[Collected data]
———
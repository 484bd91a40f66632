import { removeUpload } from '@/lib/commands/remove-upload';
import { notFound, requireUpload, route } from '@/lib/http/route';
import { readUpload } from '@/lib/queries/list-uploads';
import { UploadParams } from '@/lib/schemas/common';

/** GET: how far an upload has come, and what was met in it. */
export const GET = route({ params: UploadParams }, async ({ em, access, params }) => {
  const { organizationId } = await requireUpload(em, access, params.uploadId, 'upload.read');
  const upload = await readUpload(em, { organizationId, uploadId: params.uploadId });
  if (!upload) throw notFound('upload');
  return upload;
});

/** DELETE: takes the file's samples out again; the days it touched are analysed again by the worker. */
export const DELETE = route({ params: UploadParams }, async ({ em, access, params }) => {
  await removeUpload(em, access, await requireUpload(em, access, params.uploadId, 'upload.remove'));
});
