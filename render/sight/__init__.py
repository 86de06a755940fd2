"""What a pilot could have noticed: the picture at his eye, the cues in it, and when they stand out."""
———
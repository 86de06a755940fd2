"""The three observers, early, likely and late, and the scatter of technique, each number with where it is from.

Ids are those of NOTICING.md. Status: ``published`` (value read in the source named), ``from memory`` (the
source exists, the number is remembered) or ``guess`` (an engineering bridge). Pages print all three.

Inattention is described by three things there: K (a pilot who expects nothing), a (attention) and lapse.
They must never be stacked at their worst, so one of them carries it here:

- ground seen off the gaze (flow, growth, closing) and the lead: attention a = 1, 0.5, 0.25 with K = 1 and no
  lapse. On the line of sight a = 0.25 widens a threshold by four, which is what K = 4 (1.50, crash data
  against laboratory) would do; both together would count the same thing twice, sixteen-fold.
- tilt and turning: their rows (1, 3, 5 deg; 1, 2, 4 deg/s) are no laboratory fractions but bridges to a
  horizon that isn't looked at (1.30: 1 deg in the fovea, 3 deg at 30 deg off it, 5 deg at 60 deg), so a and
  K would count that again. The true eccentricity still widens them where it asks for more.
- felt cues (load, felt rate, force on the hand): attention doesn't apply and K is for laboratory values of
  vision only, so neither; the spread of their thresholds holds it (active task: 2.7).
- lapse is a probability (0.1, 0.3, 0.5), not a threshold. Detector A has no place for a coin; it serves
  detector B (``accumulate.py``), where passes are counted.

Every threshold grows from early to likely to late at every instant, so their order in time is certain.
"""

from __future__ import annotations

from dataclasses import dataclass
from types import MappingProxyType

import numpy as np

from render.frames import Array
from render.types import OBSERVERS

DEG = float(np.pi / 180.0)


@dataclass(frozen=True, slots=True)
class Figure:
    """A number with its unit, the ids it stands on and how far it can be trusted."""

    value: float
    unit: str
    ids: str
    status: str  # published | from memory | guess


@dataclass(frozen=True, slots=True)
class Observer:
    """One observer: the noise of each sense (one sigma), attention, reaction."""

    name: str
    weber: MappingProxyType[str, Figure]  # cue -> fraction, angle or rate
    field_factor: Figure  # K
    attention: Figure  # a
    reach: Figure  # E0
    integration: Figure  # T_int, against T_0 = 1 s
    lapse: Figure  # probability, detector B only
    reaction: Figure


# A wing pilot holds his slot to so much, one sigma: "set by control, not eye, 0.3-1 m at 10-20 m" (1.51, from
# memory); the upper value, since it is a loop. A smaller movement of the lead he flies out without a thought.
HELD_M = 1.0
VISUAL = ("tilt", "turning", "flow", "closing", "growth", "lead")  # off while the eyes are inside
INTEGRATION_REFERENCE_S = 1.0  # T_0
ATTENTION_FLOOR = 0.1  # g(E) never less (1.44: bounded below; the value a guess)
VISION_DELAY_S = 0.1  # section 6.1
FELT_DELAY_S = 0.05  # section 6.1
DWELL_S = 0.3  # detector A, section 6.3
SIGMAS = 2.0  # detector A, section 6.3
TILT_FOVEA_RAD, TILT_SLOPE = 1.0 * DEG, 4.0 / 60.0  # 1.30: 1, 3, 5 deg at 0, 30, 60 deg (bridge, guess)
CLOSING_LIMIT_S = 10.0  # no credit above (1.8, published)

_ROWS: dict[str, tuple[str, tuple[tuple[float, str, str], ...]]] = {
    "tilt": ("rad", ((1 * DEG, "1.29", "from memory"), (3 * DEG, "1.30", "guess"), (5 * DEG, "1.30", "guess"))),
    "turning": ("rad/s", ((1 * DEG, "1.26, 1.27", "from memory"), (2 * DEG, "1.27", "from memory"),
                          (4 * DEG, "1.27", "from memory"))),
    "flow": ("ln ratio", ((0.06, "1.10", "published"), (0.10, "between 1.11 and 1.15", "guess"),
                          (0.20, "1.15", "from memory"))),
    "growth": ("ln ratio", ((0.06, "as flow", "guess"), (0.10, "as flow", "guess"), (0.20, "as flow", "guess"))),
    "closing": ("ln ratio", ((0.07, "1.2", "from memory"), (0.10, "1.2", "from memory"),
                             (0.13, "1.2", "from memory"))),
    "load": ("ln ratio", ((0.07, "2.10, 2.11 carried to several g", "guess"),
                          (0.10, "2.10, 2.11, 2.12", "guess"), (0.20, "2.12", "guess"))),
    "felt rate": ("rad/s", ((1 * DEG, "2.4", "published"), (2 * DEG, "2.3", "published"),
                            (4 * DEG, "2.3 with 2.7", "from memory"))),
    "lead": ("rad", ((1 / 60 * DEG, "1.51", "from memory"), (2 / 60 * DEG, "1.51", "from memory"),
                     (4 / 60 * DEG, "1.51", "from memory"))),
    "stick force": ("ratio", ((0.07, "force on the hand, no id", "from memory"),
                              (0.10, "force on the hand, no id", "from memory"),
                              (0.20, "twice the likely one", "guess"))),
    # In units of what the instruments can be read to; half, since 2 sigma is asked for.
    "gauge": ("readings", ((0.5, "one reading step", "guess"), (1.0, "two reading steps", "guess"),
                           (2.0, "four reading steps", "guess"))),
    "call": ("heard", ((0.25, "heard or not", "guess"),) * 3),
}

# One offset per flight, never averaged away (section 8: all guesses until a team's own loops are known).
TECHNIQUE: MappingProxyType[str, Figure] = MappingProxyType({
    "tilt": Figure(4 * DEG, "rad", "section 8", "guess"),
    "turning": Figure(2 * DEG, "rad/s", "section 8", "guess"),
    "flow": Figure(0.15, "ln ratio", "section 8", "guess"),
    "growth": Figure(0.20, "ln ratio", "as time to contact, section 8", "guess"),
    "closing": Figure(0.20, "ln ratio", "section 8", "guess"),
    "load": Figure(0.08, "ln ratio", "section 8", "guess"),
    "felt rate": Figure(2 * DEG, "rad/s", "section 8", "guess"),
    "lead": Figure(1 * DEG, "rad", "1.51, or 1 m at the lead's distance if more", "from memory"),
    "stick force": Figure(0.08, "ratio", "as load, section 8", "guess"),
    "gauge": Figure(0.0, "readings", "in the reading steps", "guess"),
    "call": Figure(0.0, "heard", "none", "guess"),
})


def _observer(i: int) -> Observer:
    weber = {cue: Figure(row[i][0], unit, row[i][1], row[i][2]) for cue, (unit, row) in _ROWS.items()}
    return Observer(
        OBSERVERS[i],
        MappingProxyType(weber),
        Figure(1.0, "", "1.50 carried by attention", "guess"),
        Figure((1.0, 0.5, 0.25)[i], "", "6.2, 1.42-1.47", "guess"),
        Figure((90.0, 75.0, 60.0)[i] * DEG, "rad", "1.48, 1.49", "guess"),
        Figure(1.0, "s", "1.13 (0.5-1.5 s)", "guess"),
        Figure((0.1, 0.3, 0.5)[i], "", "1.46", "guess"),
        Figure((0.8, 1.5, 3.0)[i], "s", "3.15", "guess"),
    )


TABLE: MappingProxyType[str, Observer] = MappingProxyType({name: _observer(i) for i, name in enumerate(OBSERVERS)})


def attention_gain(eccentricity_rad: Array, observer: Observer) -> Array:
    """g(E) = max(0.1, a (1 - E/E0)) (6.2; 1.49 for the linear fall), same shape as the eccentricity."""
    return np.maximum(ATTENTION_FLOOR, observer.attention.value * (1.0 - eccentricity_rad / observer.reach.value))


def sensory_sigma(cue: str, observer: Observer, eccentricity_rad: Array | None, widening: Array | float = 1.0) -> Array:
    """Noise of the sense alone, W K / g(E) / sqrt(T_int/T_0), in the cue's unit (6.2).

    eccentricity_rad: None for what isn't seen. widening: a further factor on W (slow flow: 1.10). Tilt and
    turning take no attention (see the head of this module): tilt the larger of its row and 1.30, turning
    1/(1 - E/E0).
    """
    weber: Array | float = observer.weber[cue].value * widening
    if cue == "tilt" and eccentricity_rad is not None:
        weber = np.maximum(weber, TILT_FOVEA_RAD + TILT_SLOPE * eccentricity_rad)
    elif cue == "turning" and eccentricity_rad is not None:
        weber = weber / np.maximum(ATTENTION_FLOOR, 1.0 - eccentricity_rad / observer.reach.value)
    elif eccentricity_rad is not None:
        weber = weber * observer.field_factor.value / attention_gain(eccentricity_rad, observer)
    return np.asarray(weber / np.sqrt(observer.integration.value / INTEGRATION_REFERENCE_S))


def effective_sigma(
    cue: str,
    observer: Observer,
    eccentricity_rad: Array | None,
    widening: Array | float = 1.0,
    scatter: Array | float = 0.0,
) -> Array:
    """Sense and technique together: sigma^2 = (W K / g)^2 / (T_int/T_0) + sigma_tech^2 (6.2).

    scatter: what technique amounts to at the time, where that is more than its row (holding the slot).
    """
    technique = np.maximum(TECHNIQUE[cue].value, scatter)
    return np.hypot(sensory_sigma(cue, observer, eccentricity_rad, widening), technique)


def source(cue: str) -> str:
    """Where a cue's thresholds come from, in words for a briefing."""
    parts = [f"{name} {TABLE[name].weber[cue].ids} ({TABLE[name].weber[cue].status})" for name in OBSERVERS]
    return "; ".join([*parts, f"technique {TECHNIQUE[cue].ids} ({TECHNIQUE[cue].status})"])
———
▸ WHAT THIS TASK INVOLVES
Scan the data above for the word "growth" and report every line where it is found.

▸ SOLUTION BELOW
- ground seen off the gaze (flow, growth, closing) and the lead: attention a = 1, 0.5, 0.25 with K = 1 and no
VISUAL = ("tilt", "turning", "flow", "closing", "growth", "lead")  # off while the eyes are inside
    "growth": ("ln ratio", ((0.06, "as flow", "guess"), (0.10, "as flow", "guess"), (0.20, "as flow", "guess"))),
    "growth": Figure(0.20, "ln ratio", "as time to contact, section 8", "guess"),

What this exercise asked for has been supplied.